The crypto industry says that while the digital assets market has grown substantially in recent years, it still doesn’t have enough liquidity to accommodate large transfers of funds from Russia.
Carole House, director of cybersecurity and secure digital innovation on the National Security Council, said earlier this month that inadequate liquidity makes crypto an “ineffective primary tool” for the Russian government to lessen the impact of sanctions.
Crypto exchanges have sought to cast the industry as a force for Ukraine, highlighting their users’ donations.
Crypto.com aired ads during the Oscars urging viewers to donate to humanitarian efforts in Ukraine. The donations are converted into stablecoins, then euros, before going to the Red Cross and Red Crescent. The popular crypto exchange said it will match up to $1 million in donations.

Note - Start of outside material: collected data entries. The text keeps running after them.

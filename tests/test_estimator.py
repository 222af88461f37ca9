"""Tests of the recursive estimator against independent references.

References: the project's batch fit `zeroline.lsq.fit_least_squares` (pivoted Householder QR
with iterative refinement, itself checked against the NIST StRD certified values) over the
same rows with weights w·2^(−age/half_life) and the prior as pseudo-observations; and
statsmodels `RecursiveLS` (a Kalman-filter implementation of recursive least squares,
statsmodels 0.14+) for the recursive coefficients and recursive residuals without
forgetting. All data are invented here from seeded generators.
"""

from __future__ import annotations

import copy
import json
import math
from collections.abc import Callable

import numpy as np
import pytest
from statsmodels.regression.recursive_ls import RecursiveLS

from zeroline.errors import InputError
from zeroline.estimator import (
    PRIOR_TOP_UP,
    SEQUENTIAL_BELOW,
    RecursiveEstimator,
    dot,
    replay_batch,
    sequential_dot,
)
from zeroline.lsq import fit_least_squares

MINUTE, HOUR, DAY = 60.0, 3600.0, 86400.0
TEN_YEARS = 10 * 365.25 * DAY
NEGLIGIBLE = 2.0**-60  # rows weighted below this change a fit by < 1e-18 in all: left out


def batch_fit(
    phi: np.ndarray,
    y: np.ndarray,
    weights: np.ndarray,
    est: RecursiveEstimator,
) -> np.ndarray:
    """Coefficients of the batch weighted fit over `phi, y` plus the estimator's prior rows."""
    keep = weights > NEGLIGIBLE
    p = est.n_terms
    design = np.vstack([phi[keep], np.eye(p)])
    target = np.concatenate([y[keep], est.prior_mean])
    prior = est.prior_weight / est.prior_sd**2
    return fit_least_squares(design, target, np.concatenate([weights[keep], prior])).coefficients


def relative(a: np.ndarray, b: np.ndarray) -> float:
    """max |a − b| / max |b|: relative error of a vector (or of fitted values) as a whole."""
    return float(np.max(np.abs(np.asarray(a) - b)) / np.max(np.abs(b)))


def irregular_times(
    rng: np.random.Generator, n: int, mean_gap: float, start: float = 0.0
) -> np.ndarray:
    """Loggers sample irregularly: exponential gaps, some repeated times, a few long outages."""
    gaps = rng.exponential(mean_gap, n)
    gaps[rng.random(n) < 0.02] = 0.0
    gaps[rng.random(n) < 0.0005] *= 2000.0
    return start + np.cumsum(gaps)
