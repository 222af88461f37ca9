"""Recursive least-squares estimator of one channel's baseline coefficients.

The estimate after every sample is the weighted least-squares solution over all rows seen so
far, each row weighted by its sample weight times 2^(−age/half_life) (or 1 inside an exact
sliding window), plus a *prior*: p pseudo-observations θⱼ ≈ prior_meanⱼ with standard
deviation prior_sdⱼ that are never forgotten. In normal-equation terms

    info(t) = Σ w·2^(−age/h)·φφᵀ + a(t)·diag(prior_sd)⁻²,   P = info⁻¹,   θ = P·b

but the normal equations are never formed: they square the condition number.

Square-root information form
----------------------------
The state is one upper-triangular (p+1)×(p+1) matrix F = [[R, z], [0, ρ]] with
RᵀR = info, Rθ = z, and ρ² the minimum of the weighted objective (data + prior). It is the
R of a QR factorisation of all weighted rows [√w·φᵀ, √w·y] and prior rows, so

- a new row is absorbed by one orthogonal triangularisation of [F; row] (LAPACK `dtpqrt`,
  the structured "triangle on top of a few rows" QR: O(p²) per row in one compiled call;
  p Givens rotations as numpy operations, even in a closed form vectorised over the rows,
  measured about 3× slower at p ≤ 12);
- forgetting for Δt seconds is the exact scaling F ← F·√(2^(−Δt/h)) (irregular sampling is
  handled because the decay depends on elapsed time, not on the number of samples); it is
  kept as a number, F = g·G with g = 2^(−(t − t_g)/2h), and each row is absorbed into G
  divided by g, so a sample costs no pass over F (g is multiplied into G when it falls
  below 2⁻⁶⁴, and whenever other code reads the factor);
- θ = R⁻¹z and φᵀPφ = ‖R⁻ᵀφ‖² are triangular solves; nothing is ever inverted in place, so
  the factor stays positive definite in exact arithmetic and orthogonal updates keep it so in
  floating point (the textbook update P ← (P − kφᵀP)/λ does not: it loses definiteness).
  θ and the prior's penalty are solved once per change of G (a uniform scaling leaves them
  as they are) and shared by the innovation, `coefficients`, `predict` and `residual_sd`.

“In Ukraine, the basics are now the essentials,” the ad told viewers, referring to items that Ukrainians need such as food, blankets and medicine, before showing a QR code that links to a donation page.
The Ukrainian government said that it has received $67 million in crypto donations as of March 26 and has spent about half of the funds on bulletproof vests, lunches and other key supplies. Ukraine hopes to raise $200 million through digital asset donations.
“In this situation, there is clear and abundant evidence that cryptocurrencies are playing a critical role in humanitarian relief and defense funding for Ukraine, and very little, if any, evidence that this innovation is being used for sanctions evasion by Russian actors,” said Sheila Warren, CEO of the Crypto Council for Innovation, an industry trade group.
Ukraine had ranked among the most active countries in the cryptocurrency space for several years leading up to the Russian invasion, said Kim Grauer, research director at Chainalysis, a cryptocurrency investigation and transaction monitoring firm. She said a combination of high public interest and investment from the Ukrainian government helped lay down “great infrastructure” to handle the surge of support.
“The reason why this happened in cryptocurrency is because anyone can get a cryptocurrency wallet and send money to Ukraine, and do so in such a way where you can get it there instantaneously,” Grauer said.
“It just proved to be a highly effective, highly effective marketing campaign for them.”